Below are the entries; determine how many of their lines contain the string "range" and give that figure alone.
BEGIN
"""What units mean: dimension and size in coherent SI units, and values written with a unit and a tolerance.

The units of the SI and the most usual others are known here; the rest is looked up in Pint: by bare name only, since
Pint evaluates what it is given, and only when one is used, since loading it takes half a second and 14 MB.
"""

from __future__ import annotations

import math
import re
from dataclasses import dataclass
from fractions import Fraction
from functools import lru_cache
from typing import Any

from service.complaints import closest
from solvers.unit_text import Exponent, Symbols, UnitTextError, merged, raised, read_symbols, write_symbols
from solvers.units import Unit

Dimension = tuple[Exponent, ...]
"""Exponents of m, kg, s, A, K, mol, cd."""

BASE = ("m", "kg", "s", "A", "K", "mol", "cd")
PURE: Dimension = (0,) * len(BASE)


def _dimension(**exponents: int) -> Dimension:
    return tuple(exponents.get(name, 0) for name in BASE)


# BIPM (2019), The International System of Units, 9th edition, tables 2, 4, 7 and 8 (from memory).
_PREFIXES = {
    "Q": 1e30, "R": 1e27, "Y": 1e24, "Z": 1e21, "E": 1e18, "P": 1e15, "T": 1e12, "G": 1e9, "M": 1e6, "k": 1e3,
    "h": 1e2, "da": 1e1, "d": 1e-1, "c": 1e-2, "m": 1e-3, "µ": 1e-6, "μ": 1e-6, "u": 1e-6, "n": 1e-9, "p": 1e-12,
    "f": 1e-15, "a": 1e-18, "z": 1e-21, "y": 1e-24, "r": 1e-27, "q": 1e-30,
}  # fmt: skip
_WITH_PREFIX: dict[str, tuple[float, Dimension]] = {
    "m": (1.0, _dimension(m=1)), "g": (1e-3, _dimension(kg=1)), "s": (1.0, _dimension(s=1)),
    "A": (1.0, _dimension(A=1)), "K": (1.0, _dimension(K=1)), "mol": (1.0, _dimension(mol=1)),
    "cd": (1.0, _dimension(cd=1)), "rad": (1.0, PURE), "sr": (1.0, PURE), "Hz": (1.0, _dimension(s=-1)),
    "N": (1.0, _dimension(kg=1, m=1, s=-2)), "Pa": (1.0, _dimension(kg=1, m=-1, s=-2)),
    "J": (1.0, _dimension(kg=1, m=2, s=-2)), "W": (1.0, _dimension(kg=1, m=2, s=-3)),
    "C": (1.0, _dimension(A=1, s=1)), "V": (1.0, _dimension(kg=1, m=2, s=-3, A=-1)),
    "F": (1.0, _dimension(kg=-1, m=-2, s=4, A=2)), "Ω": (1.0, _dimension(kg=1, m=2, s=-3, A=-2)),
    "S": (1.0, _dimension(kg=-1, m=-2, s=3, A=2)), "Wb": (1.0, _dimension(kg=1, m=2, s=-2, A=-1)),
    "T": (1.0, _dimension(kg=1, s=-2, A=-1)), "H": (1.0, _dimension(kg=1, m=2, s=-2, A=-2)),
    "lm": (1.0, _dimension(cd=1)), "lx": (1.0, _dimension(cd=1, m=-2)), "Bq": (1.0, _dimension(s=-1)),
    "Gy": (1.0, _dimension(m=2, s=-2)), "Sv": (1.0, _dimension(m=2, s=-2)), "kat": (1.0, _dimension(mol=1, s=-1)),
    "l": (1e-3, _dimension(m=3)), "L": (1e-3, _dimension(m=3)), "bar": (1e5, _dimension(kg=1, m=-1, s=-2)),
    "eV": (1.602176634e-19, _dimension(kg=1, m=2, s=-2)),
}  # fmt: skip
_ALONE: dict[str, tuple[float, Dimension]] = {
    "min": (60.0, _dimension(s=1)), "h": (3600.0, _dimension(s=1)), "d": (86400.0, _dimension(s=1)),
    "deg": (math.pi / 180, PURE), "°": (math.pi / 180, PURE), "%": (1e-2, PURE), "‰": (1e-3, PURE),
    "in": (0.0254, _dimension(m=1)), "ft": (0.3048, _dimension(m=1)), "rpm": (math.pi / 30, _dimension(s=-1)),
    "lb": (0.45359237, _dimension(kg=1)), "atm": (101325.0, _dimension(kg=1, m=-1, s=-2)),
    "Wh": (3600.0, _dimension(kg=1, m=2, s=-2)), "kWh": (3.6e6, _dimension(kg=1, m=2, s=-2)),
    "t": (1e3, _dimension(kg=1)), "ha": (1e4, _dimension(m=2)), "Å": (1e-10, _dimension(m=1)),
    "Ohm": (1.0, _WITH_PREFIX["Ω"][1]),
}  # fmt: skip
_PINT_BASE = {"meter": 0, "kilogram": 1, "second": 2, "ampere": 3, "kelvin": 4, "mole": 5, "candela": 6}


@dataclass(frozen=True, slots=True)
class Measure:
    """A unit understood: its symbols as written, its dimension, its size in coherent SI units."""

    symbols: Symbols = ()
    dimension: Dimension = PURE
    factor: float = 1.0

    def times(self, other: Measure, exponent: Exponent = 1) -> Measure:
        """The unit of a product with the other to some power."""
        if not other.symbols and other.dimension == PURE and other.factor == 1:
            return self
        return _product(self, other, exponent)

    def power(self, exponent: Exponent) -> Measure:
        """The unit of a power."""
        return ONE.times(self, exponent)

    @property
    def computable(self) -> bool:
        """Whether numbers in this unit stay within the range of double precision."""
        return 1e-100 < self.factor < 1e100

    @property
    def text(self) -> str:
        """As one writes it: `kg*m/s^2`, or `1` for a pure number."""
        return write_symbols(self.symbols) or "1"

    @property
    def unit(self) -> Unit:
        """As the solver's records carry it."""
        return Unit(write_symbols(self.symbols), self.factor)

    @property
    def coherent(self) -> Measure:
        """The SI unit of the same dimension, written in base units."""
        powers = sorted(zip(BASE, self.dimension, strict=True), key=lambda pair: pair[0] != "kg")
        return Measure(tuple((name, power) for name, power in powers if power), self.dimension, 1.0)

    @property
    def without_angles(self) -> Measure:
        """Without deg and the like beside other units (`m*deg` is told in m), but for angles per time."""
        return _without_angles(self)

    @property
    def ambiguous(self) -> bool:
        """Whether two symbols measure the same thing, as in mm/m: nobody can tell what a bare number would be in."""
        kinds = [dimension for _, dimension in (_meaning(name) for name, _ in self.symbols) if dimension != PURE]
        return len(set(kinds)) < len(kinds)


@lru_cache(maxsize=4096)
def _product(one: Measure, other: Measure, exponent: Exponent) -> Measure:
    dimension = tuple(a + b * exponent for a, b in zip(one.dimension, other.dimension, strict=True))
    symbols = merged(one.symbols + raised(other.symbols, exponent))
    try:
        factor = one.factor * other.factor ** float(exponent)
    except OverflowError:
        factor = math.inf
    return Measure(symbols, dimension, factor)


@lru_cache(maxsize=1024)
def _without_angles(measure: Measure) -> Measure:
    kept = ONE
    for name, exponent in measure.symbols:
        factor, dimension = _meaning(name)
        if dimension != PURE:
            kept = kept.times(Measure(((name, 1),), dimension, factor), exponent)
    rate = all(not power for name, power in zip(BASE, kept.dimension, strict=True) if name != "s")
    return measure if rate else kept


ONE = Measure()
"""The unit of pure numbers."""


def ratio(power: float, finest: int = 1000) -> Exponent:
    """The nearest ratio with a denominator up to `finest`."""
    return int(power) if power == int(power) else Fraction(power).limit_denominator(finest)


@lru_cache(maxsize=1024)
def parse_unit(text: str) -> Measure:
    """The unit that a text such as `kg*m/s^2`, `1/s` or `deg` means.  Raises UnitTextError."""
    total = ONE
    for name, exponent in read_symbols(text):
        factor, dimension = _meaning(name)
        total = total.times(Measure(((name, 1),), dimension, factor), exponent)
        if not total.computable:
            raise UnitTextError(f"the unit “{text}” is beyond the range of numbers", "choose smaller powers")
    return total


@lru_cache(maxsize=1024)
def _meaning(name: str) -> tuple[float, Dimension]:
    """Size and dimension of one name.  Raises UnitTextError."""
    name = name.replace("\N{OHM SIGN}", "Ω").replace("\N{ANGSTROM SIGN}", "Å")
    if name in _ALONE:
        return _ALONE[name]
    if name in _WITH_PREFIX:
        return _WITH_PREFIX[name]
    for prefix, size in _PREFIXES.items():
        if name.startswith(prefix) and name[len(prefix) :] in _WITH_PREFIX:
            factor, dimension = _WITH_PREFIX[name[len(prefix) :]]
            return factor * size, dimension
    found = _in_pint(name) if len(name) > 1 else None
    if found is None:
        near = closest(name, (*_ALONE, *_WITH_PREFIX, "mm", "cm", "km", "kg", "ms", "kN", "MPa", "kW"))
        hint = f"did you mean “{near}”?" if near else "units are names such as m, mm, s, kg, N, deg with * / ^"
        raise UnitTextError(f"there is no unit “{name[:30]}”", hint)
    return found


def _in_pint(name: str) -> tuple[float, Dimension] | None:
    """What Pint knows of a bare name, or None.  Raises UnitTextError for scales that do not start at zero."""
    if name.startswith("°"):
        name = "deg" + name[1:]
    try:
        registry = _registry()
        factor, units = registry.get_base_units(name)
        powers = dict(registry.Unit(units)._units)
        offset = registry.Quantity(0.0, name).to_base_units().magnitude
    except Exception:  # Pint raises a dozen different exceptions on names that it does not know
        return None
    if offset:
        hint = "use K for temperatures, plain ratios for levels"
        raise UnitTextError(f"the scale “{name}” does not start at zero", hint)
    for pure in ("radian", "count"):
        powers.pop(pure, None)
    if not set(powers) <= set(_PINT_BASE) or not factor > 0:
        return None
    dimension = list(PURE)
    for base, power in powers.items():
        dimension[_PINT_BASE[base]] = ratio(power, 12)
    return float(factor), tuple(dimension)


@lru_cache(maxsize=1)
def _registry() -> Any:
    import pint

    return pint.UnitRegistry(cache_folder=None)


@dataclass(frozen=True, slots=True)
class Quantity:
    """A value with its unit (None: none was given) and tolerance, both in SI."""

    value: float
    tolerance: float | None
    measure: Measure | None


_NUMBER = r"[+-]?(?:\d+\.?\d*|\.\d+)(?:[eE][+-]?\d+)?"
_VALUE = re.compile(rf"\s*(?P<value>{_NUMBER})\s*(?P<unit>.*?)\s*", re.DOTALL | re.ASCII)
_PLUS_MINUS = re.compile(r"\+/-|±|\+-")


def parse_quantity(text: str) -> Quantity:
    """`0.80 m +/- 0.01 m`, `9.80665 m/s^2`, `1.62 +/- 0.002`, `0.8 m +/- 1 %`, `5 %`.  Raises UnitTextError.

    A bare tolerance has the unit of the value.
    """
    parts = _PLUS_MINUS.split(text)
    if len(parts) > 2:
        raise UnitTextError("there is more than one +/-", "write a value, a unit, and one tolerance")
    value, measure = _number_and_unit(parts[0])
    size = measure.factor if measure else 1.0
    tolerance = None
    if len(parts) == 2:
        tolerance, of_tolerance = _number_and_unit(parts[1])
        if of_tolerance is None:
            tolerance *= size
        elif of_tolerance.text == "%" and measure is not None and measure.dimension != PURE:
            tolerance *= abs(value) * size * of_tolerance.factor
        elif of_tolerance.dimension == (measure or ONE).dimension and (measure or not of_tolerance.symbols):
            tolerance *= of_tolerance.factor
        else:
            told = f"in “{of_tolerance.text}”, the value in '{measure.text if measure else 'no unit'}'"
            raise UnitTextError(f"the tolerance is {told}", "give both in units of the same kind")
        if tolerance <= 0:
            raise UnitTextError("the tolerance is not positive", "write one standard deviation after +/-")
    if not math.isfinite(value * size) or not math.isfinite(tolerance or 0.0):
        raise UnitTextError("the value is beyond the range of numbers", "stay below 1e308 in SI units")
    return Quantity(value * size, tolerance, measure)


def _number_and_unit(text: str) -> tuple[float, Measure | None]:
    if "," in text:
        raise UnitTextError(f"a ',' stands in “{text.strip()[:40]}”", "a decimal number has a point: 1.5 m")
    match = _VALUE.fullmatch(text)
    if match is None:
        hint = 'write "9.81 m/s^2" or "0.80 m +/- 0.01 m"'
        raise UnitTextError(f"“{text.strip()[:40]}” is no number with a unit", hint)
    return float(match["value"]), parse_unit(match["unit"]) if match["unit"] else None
END
◆ **Completed exercise**
3